Top of INFORMATION SUPPLIED

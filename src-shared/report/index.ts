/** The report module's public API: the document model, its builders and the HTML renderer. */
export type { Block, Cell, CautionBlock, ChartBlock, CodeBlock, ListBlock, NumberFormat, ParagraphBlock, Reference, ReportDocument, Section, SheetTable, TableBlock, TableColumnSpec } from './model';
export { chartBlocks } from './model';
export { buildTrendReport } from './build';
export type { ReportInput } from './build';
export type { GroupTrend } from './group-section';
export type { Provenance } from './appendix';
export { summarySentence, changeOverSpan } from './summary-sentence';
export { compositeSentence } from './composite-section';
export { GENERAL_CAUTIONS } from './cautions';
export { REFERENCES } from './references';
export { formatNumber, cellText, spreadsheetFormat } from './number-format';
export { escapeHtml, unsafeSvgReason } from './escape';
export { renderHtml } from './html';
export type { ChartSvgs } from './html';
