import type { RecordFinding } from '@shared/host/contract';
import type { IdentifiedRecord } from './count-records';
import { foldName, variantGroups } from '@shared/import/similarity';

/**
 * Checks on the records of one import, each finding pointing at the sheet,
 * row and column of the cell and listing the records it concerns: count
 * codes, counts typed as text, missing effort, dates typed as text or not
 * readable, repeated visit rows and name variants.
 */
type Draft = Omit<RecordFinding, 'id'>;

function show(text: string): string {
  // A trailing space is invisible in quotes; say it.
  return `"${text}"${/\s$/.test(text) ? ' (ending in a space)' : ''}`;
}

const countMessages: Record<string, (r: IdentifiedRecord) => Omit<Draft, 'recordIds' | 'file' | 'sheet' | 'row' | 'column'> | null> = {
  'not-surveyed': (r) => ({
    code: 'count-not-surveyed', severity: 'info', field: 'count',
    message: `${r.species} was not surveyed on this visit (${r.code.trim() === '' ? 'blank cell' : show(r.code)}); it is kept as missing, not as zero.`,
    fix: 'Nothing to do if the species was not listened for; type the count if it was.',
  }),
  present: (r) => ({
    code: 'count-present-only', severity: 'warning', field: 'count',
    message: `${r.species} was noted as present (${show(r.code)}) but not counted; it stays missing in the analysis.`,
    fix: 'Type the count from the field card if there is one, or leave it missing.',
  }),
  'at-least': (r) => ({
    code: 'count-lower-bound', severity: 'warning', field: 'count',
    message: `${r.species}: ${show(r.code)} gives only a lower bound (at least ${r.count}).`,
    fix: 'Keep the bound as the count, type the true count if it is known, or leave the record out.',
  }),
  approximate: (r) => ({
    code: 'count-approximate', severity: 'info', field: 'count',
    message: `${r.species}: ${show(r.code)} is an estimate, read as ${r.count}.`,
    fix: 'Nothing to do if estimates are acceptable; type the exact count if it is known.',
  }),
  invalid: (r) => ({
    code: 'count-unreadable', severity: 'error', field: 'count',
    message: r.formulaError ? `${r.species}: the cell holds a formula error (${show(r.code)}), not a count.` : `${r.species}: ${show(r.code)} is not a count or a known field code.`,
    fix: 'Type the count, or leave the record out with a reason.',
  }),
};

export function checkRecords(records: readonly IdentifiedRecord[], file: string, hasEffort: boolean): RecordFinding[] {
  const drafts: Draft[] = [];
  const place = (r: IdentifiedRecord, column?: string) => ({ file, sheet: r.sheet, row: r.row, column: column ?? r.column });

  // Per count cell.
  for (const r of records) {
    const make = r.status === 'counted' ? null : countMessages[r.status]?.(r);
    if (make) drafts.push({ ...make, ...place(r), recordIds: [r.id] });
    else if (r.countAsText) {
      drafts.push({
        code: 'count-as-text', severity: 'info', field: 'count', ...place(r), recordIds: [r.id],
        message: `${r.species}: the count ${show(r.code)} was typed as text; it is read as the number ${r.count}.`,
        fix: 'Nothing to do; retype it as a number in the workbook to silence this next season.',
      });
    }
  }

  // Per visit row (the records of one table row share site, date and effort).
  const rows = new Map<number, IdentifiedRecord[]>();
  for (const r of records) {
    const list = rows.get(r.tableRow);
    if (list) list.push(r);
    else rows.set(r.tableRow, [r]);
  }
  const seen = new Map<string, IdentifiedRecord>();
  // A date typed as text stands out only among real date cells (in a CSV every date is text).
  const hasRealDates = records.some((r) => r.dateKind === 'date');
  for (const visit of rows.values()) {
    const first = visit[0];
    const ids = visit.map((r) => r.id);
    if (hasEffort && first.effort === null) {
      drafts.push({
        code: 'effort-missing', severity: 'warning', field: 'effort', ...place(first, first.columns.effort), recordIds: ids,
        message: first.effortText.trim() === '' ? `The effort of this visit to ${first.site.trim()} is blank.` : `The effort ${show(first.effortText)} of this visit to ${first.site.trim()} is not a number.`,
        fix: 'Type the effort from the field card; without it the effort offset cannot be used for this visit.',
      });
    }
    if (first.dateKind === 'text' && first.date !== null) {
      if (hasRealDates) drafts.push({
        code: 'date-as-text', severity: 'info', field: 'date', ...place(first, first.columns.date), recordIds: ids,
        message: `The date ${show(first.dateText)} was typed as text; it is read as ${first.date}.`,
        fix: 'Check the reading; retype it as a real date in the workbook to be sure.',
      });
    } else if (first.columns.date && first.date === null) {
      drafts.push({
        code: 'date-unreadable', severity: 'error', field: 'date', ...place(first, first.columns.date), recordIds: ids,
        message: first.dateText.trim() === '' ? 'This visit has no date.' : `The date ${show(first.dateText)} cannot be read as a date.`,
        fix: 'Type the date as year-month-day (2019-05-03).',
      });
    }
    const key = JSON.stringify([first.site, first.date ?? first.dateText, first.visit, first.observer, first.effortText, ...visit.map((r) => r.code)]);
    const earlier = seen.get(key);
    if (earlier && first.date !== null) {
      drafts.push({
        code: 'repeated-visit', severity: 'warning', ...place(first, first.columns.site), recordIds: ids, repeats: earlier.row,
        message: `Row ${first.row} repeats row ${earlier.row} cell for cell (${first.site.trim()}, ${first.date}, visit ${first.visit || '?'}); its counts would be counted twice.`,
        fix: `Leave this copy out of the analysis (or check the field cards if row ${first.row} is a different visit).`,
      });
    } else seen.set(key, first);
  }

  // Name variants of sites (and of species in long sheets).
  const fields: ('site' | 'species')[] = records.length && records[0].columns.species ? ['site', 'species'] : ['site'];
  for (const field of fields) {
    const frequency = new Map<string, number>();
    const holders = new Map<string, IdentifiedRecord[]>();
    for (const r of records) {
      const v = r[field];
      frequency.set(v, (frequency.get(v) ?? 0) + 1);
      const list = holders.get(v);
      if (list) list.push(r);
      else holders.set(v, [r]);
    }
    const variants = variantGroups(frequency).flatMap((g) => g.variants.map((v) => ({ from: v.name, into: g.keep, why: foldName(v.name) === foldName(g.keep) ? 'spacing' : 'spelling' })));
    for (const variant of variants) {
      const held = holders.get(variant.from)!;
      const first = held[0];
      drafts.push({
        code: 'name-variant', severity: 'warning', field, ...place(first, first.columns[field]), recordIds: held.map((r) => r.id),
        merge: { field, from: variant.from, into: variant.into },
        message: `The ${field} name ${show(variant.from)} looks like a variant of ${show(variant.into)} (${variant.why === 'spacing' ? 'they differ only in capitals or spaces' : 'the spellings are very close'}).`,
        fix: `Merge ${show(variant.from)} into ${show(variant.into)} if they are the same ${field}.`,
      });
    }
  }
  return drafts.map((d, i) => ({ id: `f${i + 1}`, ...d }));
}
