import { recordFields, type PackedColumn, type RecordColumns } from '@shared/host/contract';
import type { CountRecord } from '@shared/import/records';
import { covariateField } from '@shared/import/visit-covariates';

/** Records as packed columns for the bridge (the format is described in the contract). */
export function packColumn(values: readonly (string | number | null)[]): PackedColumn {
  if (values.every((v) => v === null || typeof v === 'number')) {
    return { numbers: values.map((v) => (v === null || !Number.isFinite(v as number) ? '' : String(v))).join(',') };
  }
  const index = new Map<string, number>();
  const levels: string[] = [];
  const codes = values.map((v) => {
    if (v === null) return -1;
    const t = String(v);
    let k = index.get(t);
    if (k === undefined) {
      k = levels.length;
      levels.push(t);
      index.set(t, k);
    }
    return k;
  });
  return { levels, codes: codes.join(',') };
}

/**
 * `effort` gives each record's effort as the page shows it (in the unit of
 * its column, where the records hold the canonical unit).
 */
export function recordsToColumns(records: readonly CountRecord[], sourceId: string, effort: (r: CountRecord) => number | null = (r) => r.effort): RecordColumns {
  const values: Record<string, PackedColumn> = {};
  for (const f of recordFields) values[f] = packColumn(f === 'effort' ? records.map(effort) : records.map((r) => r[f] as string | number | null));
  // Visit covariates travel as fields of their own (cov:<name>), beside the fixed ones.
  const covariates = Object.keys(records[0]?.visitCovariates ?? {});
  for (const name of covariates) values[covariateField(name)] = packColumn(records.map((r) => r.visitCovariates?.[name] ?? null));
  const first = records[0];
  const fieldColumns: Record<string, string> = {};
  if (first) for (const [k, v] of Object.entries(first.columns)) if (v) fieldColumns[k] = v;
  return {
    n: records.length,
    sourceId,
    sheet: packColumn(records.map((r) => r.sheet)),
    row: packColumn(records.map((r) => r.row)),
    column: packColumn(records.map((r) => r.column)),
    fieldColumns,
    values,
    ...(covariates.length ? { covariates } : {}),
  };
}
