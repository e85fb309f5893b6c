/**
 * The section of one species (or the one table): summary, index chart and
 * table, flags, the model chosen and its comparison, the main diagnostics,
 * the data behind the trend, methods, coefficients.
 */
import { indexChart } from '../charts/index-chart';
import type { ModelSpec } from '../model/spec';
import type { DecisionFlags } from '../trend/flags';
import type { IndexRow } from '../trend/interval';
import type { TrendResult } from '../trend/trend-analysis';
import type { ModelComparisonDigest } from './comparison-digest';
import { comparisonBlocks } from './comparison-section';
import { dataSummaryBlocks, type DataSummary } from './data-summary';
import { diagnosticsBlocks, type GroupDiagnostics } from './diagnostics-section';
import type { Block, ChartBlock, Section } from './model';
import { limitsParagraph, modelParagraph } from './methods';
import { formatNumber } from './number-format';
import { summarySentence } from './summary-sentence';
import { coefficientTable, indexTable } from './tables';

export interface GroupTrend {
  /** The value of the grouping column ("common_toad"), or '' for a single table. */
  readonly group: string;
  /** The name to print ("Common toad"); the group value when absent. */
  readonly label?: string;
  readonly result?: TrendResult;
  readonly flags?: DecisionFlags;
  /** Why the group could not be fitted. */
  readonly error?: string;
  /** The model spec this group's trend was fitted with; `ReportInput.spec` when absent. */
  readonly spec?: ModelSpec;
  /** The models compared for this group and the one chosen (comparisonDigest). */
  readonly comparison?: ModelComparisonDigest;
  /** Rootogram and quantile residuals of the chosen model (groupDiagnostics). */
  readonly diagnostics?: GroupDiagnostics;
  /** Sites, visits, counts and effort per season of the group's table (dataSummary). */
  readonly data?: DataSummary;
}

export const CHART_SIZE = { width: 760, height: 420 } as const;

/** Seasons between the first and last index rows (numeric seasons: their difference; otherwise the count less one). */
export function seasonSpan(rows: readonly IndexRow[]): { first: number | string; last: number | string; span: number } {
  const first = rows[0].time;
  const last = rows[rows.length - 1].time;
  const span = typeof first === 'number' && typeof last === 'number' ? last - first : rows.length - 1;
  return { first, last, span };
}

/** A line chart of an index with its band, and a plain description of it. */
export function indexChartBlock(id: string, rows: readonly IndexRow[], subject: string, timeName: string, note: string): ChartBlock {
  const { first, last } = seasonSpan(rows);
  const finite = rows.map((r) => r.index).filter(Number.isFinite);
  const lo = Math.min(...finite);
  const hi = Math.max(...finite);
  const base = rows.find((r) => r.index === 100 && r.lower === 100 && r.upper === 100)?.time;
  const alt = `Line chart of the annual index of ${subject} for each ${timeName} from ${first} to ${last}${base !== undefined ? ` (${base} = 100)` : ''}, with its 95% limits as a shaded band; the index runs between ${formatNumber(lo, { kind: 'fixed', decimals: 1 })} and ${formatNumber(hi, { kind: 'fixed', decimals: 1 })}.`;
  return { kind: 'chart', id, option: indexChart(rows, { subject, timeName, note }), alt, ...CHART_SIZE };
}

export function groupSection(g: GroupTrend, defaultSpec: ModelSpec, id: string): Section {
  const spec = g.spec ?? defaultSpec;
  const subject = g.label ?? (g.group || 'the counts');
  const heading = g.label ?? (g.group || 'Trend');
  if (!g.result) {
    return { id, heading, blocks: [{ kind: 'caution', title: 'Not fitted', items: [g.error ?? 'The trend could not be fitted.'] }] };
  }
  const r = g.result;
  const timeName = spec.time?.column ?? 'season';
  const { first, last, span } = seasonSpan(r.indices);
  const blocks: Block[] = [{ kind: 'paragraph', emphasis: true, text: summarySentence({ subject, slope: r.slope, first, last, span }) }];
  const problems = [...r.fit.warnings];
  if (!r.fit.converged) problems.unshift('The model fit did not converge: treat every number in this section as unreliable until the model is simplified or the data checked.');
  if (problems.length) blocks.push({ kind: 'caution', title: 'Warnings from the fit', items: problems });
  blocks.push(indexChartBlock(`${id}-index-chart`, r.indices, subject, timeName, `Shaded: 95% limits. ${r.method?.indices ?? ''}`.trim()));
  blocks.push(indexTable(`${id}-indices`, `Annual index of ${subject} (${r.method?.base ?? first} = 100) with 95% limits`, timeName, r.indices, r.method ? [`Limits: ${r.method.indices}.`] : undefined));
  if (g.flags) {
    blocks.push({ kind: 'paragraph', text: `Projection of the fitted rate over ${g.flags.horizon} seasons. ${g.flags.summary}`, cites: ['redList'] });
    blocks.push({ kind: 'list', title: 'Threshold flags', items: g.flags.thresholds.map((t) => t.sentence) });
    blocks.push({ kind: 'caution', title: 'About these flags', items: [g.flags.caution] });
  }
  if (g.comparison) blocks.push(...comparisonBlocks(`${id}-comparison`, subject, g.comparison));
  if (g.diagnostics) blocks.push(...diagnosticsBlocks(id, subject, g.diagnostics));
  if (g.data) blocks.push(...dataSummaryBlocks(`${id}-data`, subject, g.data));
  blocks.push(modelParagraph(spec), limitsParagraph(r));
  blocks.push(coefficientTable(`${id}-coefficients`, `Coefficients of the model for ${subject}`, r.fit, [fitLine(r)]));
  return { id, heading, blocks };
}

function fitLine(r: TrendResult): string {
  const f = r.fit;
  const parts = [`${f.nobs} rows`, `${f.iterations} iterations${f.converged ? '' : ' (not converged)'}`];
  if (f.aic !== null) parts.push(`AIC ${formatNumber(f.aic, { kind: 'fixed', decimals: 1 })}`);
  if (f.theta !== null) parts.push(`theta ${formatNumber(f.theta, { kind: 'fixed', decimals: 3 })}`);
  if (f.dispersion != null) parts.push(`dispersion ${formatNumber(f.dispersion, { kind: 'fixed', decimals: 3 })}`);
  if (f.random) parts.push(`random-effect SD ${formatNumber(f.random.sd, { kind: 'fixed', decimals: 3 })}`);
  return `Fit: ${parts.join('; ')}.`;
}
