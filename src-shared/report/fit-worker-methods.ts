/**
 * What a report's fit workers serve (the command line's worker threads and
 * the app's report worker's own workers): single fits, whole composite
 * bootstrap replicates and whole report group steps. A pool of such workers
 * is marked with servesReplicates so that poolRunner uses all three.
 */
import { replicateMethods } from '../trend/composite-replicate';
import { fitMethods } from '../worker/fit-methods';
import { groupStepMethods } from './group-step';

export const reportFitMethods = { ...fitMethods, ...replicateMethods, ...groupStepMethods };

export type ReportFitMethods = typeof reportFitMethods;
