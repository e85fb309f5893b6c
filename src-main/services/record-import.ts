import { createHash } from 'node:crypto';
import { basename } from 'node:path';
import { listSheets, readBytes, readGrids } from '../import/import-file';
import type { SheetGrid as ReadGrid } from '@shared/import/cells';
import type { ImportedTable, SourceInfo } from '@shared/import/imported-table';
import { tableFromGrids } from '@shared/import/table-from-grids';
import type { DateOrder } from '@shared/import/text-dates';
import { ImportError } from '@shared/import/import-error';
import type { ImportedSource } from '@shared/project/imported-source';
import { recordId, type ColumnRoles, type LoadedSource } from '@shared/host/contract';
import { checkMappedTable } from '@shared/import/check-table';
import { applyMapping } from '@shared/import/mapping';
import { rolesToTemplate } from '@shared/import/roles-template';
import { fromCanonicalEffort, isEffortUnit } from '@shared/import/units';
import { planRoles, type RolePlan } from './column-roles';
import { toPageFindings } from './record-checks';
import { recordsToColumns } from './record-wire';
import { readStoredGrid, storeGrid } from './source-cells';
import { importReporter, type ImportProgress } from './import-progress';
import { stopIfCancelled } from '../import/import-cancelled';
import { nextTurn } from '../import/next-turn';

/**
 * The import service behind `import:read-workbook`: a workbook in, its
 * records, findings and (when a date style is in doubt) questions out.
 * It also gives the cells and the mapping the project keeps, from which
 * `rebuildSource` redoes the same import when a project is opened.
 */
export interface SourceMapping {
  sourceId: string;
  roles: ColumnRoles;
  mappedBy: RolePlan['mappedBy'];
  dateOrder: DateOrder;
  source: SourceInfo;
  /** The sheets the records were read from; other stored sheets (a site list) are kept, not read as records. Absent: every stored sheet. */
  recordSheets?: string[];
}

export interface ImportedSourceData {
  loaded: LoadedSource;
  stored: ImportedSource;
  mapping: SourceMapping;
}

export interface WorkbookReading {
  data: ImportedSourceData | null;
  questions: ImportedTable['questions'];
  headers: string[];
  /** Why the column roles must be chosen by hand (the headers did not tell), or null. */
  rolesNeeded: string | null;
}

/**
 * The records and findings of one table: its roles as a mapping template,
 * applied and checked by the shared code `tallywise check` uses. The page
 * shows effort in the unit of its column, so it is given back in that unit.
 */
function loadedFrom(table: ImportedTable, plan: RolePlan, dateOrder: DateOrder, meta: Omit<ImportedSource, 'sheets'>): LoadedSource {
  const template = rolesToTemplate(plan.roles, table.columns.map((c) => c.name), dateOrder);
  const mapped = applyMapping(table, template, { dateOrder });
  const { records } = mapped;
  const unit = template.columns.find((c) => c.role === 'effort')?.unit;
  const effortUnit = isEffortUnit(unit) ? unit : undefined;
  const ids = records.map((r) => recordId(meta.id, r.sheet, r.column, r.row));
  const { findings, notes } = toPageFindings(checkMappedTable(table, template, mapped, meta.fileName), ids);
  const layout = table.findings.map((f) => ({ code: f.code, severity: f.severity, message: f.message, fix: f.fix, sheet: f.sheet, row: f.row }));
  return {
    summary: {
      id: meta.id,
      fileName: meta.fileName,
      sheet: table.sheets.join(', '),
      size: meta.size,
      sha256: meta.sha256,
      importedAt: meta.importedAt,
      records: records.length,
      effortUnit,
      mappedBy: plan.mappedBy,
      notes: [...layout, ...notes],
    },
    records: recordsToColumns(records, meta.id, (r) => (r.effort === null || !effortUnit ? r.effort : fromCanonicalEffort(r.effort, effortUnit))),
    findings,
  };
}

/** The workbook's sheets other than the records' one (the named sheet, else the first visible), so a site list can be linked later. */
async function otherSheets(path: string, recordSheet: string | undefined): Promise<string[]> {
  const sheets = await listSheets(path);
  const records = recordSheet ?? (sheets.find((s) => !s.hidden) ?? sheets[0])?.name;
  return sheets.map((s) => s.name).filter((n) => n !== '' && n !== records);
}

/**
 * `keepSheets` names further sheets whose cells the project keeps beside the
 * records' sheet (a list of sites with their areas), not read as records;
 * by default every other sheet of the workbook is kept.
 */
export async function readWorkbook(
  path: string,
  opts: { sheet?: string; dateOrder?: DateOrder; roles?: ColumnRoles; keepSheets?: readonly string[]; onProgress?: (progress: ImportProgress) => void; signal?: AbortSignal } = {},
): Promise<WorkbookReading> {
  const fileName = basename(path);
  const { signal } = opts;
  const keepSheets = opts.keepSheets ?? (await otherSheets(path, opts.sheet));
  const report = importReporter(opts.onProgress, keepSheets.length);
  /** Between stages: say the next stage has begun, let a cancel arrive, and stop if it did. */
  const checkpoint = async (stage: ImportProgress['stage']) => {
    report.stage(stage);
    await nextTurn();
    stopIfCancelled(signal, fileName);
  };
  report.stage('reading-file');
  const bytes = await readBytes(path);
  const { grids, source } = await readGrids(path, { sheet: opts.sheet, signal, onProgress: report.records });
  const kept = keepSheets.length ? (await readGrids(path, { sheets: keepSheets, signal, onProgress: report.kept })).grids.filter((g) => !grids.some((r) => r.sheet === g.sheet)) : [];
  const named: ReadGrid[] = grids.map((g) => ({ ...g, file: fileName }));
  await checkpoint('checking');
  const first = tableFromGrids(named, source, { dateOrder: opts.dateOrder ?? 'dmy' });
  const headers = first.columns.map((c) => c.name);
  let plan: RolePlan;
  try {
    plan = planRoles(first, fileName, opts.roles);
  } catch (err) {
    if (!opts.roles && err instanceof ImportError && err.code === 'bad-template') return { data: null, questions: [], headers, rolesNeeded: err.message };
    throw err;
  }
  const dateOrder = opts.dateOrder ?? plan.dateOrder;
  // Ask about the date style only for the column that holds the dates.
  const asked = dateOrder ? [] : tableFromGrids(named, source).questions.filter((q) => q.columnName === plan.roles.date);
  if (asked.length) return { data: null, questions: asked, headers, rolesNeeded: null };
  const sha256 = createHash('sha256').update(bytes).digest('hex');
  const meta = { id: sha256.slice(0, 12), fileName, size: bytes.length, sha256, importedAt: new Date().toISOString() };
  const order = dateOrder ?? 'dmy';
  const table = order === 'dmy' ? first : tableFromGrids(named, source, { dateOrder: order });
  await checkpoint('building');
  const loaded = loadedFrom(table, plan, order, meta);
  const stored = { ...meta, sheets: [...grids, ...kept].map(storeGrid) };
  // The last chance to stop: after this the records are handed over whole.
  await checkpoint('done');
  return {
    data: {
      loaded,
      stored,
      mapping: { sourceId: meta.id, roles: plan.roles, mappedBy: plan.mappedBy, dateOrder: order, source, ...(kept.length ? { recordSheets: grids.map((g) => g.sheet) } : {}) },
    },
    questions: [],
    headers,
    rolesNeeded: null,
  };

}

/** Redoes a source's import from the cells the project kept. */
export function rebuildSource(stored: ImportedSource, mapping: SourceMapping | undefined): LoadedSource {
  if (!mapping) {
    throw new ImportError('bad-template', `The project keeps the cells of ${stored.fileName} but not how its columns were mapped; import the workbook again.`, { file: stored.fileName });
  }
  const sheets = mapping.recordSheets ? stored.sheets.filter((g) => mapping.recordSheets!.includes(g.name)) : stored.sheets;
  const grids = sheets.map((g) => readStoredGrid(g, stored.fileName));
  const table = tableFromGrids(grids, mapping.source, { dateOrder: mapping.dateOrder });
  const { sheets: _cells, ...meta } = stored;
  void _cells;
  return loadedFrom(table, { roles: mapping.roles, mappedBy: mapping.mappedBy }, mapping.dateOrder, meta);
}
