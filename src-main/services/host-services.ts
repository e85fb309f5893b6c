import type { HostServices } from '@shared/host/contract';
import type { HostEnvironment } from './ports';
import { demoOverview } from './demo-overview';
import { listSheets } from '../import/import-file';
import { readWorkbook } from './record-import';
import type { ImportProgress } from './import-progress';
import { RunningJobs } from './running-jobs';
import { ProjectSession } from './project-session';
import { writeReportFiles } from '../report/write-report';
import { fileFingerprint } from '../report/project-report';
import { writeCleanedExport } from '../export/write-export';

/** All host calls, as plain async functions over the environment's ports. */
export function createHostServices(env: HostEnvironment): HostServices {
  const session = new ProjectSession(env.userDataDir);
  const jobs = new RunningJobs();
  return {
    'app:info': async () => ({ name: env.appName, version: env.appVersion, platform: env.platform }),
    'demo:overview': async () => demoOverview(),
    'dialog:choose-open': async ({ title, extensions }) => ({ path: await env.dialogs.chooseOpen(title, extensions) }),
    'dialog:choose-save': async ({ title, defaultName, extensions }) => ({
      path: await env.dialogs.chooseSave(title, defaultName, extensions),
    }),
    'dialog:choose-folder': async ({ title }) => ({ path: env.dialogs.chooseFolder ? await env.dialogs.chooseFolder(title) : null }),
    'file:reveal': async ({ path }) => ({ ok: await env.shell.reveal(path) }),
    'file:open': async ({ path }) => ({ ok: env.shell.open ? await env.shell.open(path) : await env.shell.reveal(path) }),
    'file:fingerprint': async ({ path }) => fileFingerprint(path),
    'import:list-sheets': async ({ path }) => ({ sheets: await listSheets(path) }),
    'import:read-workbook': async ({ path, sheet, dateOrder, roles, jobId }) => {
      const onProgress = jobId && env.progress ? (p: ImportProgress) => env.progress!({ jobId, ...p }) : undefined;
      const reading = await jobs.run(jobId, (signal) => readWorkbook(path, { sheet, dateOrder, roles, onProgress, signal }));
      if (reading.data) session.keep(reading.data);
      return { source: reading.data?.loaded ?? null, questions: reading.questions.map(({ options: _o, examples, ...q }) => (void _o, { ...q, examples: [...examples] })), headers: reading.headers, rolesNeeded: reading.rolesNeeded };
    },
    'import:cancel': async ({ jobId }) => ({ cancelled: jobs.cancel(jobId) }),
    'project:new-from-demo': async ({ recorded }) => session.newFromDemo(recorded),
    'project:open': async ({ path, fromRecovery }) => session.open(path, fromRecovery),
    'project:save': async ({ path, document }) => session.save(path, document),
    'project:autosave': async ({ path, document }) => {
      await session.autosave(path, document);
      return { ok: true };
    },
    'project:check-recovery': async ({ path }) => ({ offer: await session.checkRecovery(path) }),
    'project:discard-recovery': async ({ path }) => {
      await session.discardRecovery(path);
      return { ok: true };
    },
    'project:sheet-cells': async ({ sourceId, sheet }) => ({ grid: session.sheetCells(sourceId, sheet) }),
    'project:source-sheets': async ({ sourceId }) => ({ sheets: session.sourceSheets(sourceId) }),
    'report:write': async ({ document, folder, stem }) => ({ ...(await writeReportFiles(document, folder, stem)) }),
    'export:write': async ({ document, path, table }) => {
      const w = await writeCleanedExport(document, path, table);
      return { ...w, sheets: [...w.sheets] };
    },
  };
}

Bottom of INFORMATION SUPPLIED

*WORK ORDER*
Every line containing the string "groupStepMethods" should be pulled from the listing and copied.

*TASK RESPONSE*
import { groupStepMethods } from './group-step';
export const reportFitMethods = { ...fitMethods, ...replicateMethods, ...groupStepMethods };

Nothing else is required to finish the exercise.